Niemals hätte ich mir vorstellen können, dass der Widerstand gegen einen Kredit des Internationalen Währungsfonds (IWF) an Kenia von den kenianischen Behörden als kriminelle Handlung angesehen werden würde. Aber genau das geschah Anfang April, als der Aktivist Mutemi Kiama verhaftet und wegen "Missbrauchs digitaler Geräte", "Verletzung der Präsidentschaft", "Erregung öffentlichen Ärgernisses" und anderer verschwommen formulierter Vergehen angeklagt wurde. Mutemis Verhaftung wurde dadurch ausgelöst, dass er auf Twitter ein Bild von Präsident Uhuru Kenyatta mit der folgenden Bildunterschrift gepostet hatte: "Hiermit benachrichtige ich die Welt..., dass die Person, deren Foto und Namen oben erscheinen, nicht autorisiert ist, im Namen der Bürger der Republik Kenia zu handeln oder zu verhandeln, und dass die Nation und zukünftige Generationen nicht für irgendwelche Strafen für faule Kredite, die von ihm ausgehandelt und/oder geliehen wurden, haftbar gemacht werden sollen." Er wurde gegen eine Kaution von KSh. 500.000 in bar freigelassen, mit einer Verfügung, die ihm verbietet, seine Social-Media-Konten zu nutzen oder über COVID-19-bezogene Kredite zu sprechen.
Mutemi ist einer von mehr als 200.000 Menschen in Kenia, die eine Petition an den IWF unterschrieben haben, einen Kredit in Höhe von 257 Mrd. KSh (2,3 Mrd. US$) an Kenia zu stoppen, der angeblich aufgenommen wurde, um das Land gegen die negativen wirtschaftlichen Auswirkungen von COVID-19 abzufedern. Kenia ist nicht das einzige Land, dessen Bürger*innen sich gegen einen IWF-Kredit ausgesprochen haben. Proteste gegen IWF-Kredite gab es in vielen Ländern, darunter auch in Argentinien, wo die Menschen 2018 auf die Straße gingen, als das Land einen Kredit vom IWF in Höhe von 50 Milliarden US-Dollar aufnahm. Im Jahr 2016 waren die ägyptischen Autoritäten gezwungen, die Treibstoffpreise zu senken, nachdem es zu Protesten gegen eine vom IWF unterstützte Entscheidung zur Abschaffung der Treibstoffsubventionen gekommen war. Ähnliche Proteste gab es in den letzten Jahren auch in Jordanien, Libanon und Ecuador.

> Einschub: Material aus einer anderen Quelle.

/**
 * Reads a flag naming one of `choices` (case-insensitive; `fallback` when absent).
 * @throws {InvalidArgumentError} naming the flag, the text given and the choices.
 */
export function choiceFlag<C extends string>(args: ParsedArgs, flag: string, choices: readonly C[], fallback: C): C {
  const text = optionalFlag(args, flag);
  const lower = (text ?? fallback).toLowerCase();
  if ((choices as readonly string[]).includes(lower)) return lower as C;
  throw new InvalidArgumentError(`--${flag}`, text, `one of ${choices.join(', ')}`);
}

/** Largest seed accepted by the SDK's random generators (unsigned 32-bit). */
export { MAX_SEED };

/**
 * Reads `--seed`: an integer in [0, 2³² − 1], the same range for every command (the SDK's
 * generators reduce a seed to 32 bits, so a wider value would silently alias another seed).
 */
export function seedFlag(args: ParsedArgs): number | undefined {
  return integerFlag(args, 'seed', 0, MAX_SEED, 'seed of the random generator; same seed, same numbers');
}

/** The `--seed` flag spec; `of` names the generator, `purpose` ends the sentence (e.g. "; same seed, same numbers"). */
export function seedFlagSpec(of: string, purpose: string): FlagSpec {
  return { type: 'string', value: '<n>', description: `Seed of ${of}, 0 … ${MAX_SEED} (default 1)${purpose}.` };
}

/** The two formats of commands printing one result: an aligned table (default) or JSON. */
export const TABLE_OR_JSON = ['table', 'json'] as const;
/** Formats of commands printing a long list of rows. */
export const TABLE_JSON_CSV = ['table', 'json', 'csv'] as const;

/** The `--format` flag spec, for commands offering more than one output format. */
export function formatFlagSpec(formats: readonly string[], defaultFormat = 'table'): FlagSpec {
  return { type: 'string', value: formats.join('|'), description: `Output format: ${formats.join(', ')} (default ${defaultFormat}).` };
}

/** Help of `--json` on commands whose default output is one table. */
export const JSON_INSTEAD_OF_TABLE = 'Print one JSON object instead of a table (same as --format json).';

/**
 * The output-format flags of a command: the boolean shorthands (`json`, `csv`, …, each named like one
 * of `formats`, with its help) and then `--format`. Read them with {@link formatFlag}.
 */
export function formatFlags(formats: readonly string[], shorthands: Readonly<Record<string, string>> = { json: JSON_INSTEAD_OF_TABLE }): Record<string, FlagSpec> {
  const flags: Record<string, FlagSpec> = {};
  for (const [name, description] of Object.entries(shorthands)) flags[name] = { type: 'boolean', description };
  flags['format'] = formatFlagSpec(formats);
  return flags;
}

/**
 * Reads the output format from `--format <name>` and its shorthands (`--json`, `--csv`, …: any
 * boolean flag named like an accepted format). Conflicting choices are a usage error.
 */
export function formatFlag<F extends string>(args: ParsedArgs, formats: readonly F[], defaultFormat: F): F {
  const chosen = new Map<string, string>(); // format → how it was asked for
  const text = optionalFlag(args, 'format');
  if (text !== undefined) {
    const lower = text.toLowerCase();
    if (!(formats as readonly string[]).includes(lower)) throw new InvalidArgumentError('--format', text, `one of ${formats.join(', ')}`);
    chosen.set(lower, `--format ${lower}`);
  }
  for (const f of formats) if (args.values[f] === true && !chosen.has(f)) chosen.set(f, `--${f}`);
  if (chosen.size > 1) throw new UsageError(`${[...chosen.values()].join(' and ')} cannot be combined: choose one output format`);
  return (chosen.keys().next().value as F | undefined) ?? defaultFormat;
}

/** Renders rows as an aligned text table. Numbers are right-aligned. */
export function table(headers: string[], rows: (string | number)[][]): string {
  const cells = rows.map((r) => r.map((c) => String(c)));
  // Widths by a loop: spreading a long column into Math.max overflows the call stack (~125 000 rows).
  const widths = headers.map((h) => h.length);
  for (const r of cells) r.forEach((c, i) => { if (i < widths.length && c.length > widths[i]!) widths[i] = c.length; });
  const numeric = headers.map((_, i) => rows.every((r) => typeof r[i] === 'number' || /^[-+]?[\d.]/.test(String(r[i] ?? ''))));
  const fmt = (r: string[]) => r.map((c, i) => (numeric[i] ? c.padStart(widths[i]!) : c.padEnd(widths[i]!))).join('  ').trimEnd();
  return [fmt(headers), widths.map((w) => '─'.repeat(w)).join('  '), ...cells.map(fmt)].join('\n') + '\n';
}

/** Two-column key/value table for a single result. */
export function keyValueTable(rows: [string, string][]): string {
  const w = Math.max(...rows.map(([k]) => k.length));
  return rows.map(([k, v]) => `${k.padEnd(w)}  ${v}`).join('\n') + '\n';
}

/** Formats a number with `digits` significant digits, keeping exponent form for tiny values. */
export function sig(value: number, digits = 10): string {
  if (!Number.isFinite(value)) return String(value);
  if (value === 0) return '0';
  const abs = Math.abs(value);
  return abs >= 1e-3 && abs < 1e7 ? String(Number(value.toPrecision(digits))) : value.toExponential(digits - 1);
}

/** JSON with a trailing newline; bigint values become decimal strings. */
export function toJson(value: unknown): string {
  return JSON.stringify(value, (_k, v) => (typeof v === 'bigint' ? v.toString() : v), 2) + '\n';
}

/** A one-line progress bar on stderr, redrawn in place when the whole percentage changes; only for terminals. */
export function progressBar(io: Io, label: string): { update: (done: number, total: number) => void; finish: () => void } {
  let last = -1;
  return {
    update(done, total) {
      const pct = Math.min(100, Math.floor((100 * done) / total));
      if (pct === last) return;
      last = pct;
      const filled = Math.round(pct / 4);
      io.err(`\r${label} [${'#'.repeat(filled)}${'.'.repeat(25 - filled)}] ${String(pct).padStart(3)} %`);
    },
    finish() {
      io.err(`\r${' '.repeat(label.length + 35)}\r`);
    },
  };
}

/** The line printed for flight-configuration outputs: the SDK's flight-configuration caution, so the CLI and the SDK say the same words. */
export const FLIGHT_CAUTION = FLIGHT_CONFIGURATION_CAUTION;

/** File-system errors that mean the user named an unusable file, with the reason printed. */
const FILE_ERRORS: Record<string, string> = {
  ENOENT: 'no such file',
  EISDIR: 'it is a directory, not a file',
  ENOTDIR: 'a part of the path is not a directory',
  EACCES: 'permission denied',
  EPERM: 'operation not permitted',
  ELOOP: 'too many symbolic links',
  ENAMETOOLONG: 'the name is too long',
};

/** Turns any thrown value into one line for stderr and an exit status. */
export function describeFailure(error: unknown): { line: string; status: number } {
  if (error instanceof UsageError) return { line: error.message, status: EXIT_USAGE };
  if (error instanceof InvalidArgumentError) return { line: `invalid input: ${error.message}`, status: EXIT_USAGE };
  if (error instanceof TaulineError) return { line: `${error.code}: ${error.message}`, status: EXIT_USAGE };
  if (error instanceof Error && 'code' in error && typeof (error as NodeJS.ErrnoException).code === 'string') {
    const reason = FILE_ERRORS[(error as NodeJS.ErrnoException).code!];
    if (reason) return { line: `cannot read ${formatReceived((error as NodeJS.ErrnoException).path)}: ${reason}`, status: EXIT_USAGE };
  }
  const message = error instanceof Error ? error.message : String(error);
  return { line: `internal error: ${message} (please report this with the command line that caused it)`, status: 3 };
}

export function commandHelp(command: Command): string {
  const lines = [`tauline ${command.name} ${command.usage}`, '', command.summary, ''];
  const names = Object.keys(command.flags);
  const labels = names.map((n) => `--${n}${command.flags[n]!.value ? ` ${command.flags[n]!.value}` : ''}`);
  const w = Math.max(...labels.map((l) => l.length), 10);
  names.forEach((n, i) => lines.push(`  ${labels[i]!.padEnd(w)}  ${command.flags[n]!.description}`));
  lines.push(`  ${'--help'.padEnd(w)}  Show this help.`);
  if (command.details) lines.push('', command.details.trim());
  return lines.join('\n') + '\n';
}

Warum sollten die Bürger*innen eines Landes gegen einen Kredit sein, der von einer internationalen Finanzinstitution wie dem IWF vergeben wird? Nun, für die Kenianer*innen, die die Strukturanpassungsprogramme (SAPs) des IWF und der Weltbank in den 80er und 90er Jahren (gerade so) überlebt haben, ist die Antwort offensichtlich. Die SAPs waren an strenge Bedingungen geknüpft, die zu vielen Entlassungen im öffentlichen Dienst und zur Streichung von Subventionen für wesentliche Dienstleistungen wie Gesundheit und Bildung führten, was vor allem in den mittleren und unteren Einkommensschichten zu wachsender Not und Prekarität führte. Afrikanische Länder, die sich SAPs unterzogen, erlebten das, was oft als "verlorenes Entwicklungsjahrzehnt" bezeichnet wird, da die Sparmaßnahmen Entwicklungsprogramme zum Stillstand brachten und die wirtschaftlichen Möglichkeiten verkümmerten.
Zudem verloren die kreditnehmenden afrikanischen Länder ihre Unabhängigkeit in Fragen der Wirtschaftspolitik. Kreditgeber wie die Weltbank und der IWF bestimmen die nationale Wirtschaftspolitik, z.B. indem sie Dinge wie die Haushaltsführung, die Wechselkurse und die Beteiligung des öffentlichen Sektors an der Wirtschaft festlegen. So wurden sie "de facto" zu den politischen Entscheidungsträgern in den Ländern, die ihre Kredite aufnahmen. Aus diesem Grund waren die Kenianer*innen oft sehr beunruhigt, jedesmal als die Ankunft einer Weltbank- oder IWF-Delegation in Nairobi in den 1980er und 1990er Jahren stattfand.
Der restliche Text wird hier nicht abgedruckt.